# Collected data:
--- START ---

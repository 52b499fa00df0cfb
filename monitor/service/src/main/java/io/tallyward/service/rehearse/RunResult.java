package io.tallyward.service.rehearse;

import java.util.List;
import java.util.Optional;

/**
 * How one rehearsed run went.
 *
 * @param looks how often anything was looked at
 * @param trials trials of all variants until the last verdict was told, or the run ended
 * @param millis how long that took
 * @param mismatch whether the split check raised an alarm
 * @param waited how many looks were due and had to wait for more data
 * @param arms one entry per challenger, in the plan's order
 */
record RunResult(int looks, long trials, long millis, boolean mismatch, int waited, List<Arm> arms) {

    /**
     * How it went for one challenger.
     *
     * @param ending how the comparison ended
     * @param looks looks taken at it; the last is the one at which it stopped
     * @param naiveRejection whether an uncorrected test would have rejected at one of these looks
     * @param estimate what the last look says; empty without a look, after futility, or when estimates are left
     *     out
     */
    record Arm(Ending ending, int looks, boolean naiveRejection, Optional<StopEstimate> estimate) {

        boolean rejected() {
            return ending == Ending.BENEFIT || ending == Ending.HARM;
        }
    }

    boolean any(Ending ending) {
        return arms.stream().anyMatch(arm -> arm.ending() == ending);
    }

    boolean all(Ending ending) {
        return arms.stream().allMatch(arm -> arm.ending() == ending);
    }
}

--- END ---
--- START ---

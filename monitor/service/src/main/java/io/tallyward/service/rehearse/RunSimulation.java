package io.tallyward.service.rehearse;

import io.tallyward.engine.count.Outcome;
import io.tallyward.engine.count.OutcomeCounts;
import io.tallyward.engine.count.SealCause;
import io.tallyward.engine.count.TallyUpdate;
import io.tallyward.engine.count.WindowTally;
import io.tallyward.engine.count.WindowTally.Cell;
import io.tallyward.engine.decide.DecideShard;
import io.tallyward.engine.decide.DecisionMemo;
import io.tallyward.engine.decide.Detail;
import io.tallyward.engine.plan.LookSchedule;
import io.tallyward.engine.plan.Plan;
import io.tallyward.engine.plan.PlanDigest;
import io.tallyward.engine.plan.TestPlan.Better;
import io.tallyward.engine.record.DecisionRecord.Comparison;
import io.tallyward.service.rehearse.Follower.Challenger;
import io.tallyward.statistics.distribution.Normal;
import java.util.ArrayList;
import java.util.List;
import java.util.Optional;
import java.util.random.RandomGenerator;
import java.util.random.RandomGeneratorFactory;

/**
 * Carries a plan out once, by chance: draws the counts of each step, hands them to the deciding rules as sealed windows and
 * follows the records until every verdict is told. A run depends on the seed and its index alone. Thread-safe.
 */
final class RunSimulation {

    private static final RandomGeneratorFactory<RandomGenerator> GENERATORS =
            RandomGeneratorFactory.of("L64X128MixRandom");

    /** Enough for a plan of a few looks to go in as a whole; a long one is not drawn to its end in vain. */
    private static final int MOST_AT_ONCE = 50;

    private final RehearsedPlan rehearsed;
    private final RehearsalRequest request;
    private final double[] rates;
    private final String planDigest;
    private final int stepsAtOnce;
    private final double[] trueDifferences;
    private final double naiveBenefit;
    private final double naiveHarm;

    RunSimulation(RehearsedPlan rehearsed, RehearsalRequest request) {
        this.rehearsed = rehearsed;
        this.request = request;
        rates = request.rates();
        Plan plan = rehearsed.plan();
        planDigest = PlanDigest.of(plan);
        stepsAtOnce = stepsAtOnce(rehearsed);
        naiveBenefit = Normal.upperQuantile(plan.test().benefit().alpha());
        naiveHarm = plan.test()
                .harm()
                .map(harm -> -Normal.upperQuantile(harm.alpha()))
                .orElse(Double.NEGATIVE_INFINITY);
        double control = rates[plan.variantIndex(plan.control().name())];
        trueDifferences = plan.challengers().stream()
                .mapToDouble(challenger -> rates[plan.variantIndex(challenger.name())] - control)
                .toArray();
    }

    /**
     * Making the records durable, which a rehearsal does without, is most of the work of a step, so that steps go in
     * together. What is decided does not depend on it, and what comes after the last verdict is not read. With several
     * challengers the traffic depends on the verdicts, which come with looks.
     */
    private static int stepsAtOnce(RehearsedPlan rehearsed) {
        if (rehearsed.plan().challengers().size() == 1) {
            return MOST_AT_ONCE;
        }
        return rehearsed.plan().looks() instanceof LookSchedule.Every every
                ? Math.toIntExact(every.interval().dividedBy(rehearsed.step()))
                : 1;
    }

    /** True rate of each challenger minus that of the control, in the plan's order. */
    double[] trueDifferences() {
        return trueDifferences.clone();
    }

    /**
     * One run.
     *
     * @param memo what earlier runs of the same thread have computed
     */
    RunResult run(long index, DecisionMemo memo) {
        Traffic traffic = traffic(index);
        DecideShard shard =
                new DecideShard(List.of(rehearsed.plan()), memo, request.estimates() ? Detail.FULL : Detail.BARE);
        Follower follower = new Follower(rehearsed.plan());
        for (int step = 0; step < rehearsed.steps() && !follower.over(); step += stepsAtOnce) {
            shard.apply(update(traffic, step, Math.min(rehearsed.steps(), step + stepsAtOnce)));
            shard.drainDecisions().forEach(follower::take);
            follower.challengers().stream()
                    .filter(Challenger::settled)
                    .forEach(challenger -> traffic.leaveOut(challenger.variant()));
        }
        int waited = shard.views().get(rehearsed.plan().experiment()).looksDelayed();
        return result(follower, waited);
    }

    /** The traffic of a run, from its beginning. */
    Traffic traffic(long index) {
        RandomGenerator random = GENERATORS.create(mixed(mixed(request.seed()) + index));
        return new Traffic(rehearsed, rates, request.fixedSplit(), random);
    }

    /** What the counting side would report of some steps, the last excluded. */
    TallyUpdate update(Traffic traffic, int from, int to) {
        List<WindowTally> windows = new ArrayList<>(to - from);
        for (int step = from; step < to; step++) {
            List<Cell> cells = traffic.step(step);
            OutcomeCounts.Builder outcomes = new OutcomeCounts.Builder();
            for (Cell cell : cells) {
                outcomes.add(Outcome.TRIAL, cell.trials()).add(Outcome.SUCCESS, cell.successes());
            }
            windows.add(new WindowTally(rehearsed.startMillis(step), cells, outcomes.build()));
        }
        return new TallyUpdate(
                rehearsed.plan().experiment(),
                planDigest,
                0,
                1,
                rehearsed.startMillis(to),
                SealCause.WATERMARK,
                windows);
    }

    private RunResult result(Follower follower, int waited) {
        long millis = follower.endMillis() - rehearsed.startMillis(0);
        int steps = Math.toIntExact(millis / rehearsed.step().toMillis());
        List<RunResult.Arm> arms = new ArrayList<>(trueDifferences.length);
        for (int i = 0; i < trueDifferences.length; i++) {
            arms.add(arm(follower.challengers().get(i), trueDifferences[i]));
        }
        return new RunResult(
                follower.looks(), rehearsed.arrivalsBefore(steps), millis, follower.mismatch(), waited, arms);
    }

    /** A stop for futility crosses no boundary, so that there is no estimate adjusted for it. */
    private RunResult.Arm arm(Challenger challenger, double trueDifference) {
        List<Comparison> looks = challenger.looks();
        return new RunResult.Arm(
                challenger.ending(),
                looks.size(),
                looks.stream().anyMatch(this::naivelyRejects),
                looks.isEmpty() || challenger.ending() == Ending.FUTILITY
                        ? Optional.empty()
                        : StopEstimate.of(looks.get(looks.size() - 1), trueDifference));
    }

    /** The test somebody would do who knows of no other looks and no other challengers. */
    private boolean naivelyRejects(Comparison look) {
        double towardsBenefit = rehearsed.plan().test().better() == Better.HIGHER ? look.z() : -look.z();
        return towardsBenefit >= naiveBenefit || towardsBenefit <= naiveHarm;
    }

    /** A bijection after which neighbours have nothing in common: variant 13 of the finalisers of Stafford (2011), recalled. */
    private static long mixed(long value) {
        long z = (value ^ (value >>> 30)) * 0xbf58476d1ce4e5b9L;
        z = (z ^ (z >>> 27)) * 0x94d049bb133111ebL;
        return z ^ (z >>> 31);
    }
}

--- END ---

# Activity:
Quote the data above from the line containing "if (rehearsed.plan().challengers().size() == 1)" to the line containing "its beginning. */", inclusive, and stop.

# Task solution:
        if (rehearsed.plan().challengers().size() == 1) {
            return MOST_AT_ONCE;
        }
        return rehearsed.plan().looks() instanceof LookSchedule.Every every
                ? Math.toIntExact(every.interval().dividedBy(rehearsed.step()))
                : 1;
    }

    /** True rate of each challenger minus that of the control, in the plan's order. */
    double[] trueDifferences() {
        return trueDifferences.clone();
    }

    /**
     * One run.
     *
     * @param memo what earlier runs of the same thread have computed
     */
    RunResult run(long index, DecisionMemo memo) {
        Traffic traffic = traffic(index);
        DecideShard shard =
                new DecideShard(List.of(rehearsed.plan()), memo, request.estimates() ? Detail.FULL : Detail.BARE);
        Follower follower = new Follower(rehearsed.plan());
        for (int step = 0; step < rehearsed.steps() && !follower.over(); step += stepsAtOnce) {
            shard.apply(update(traffic, step, Math.min(rehearsed.steps(), step + stepsAtOnce)));
            shard.drainDecisions().forEach(follower::take);
            follower.challengers().stream()
                    .filter(Challenger::settled)
                    .forEach(challenger -> traffic.leaveOut(challenger.variant()));
        }
        int waited = shard.views().get(rehearsed.plan().experiment()).looksDelayed();
        return result(follower, waited);
    }

    /** The traffic of a run, from its beginning. */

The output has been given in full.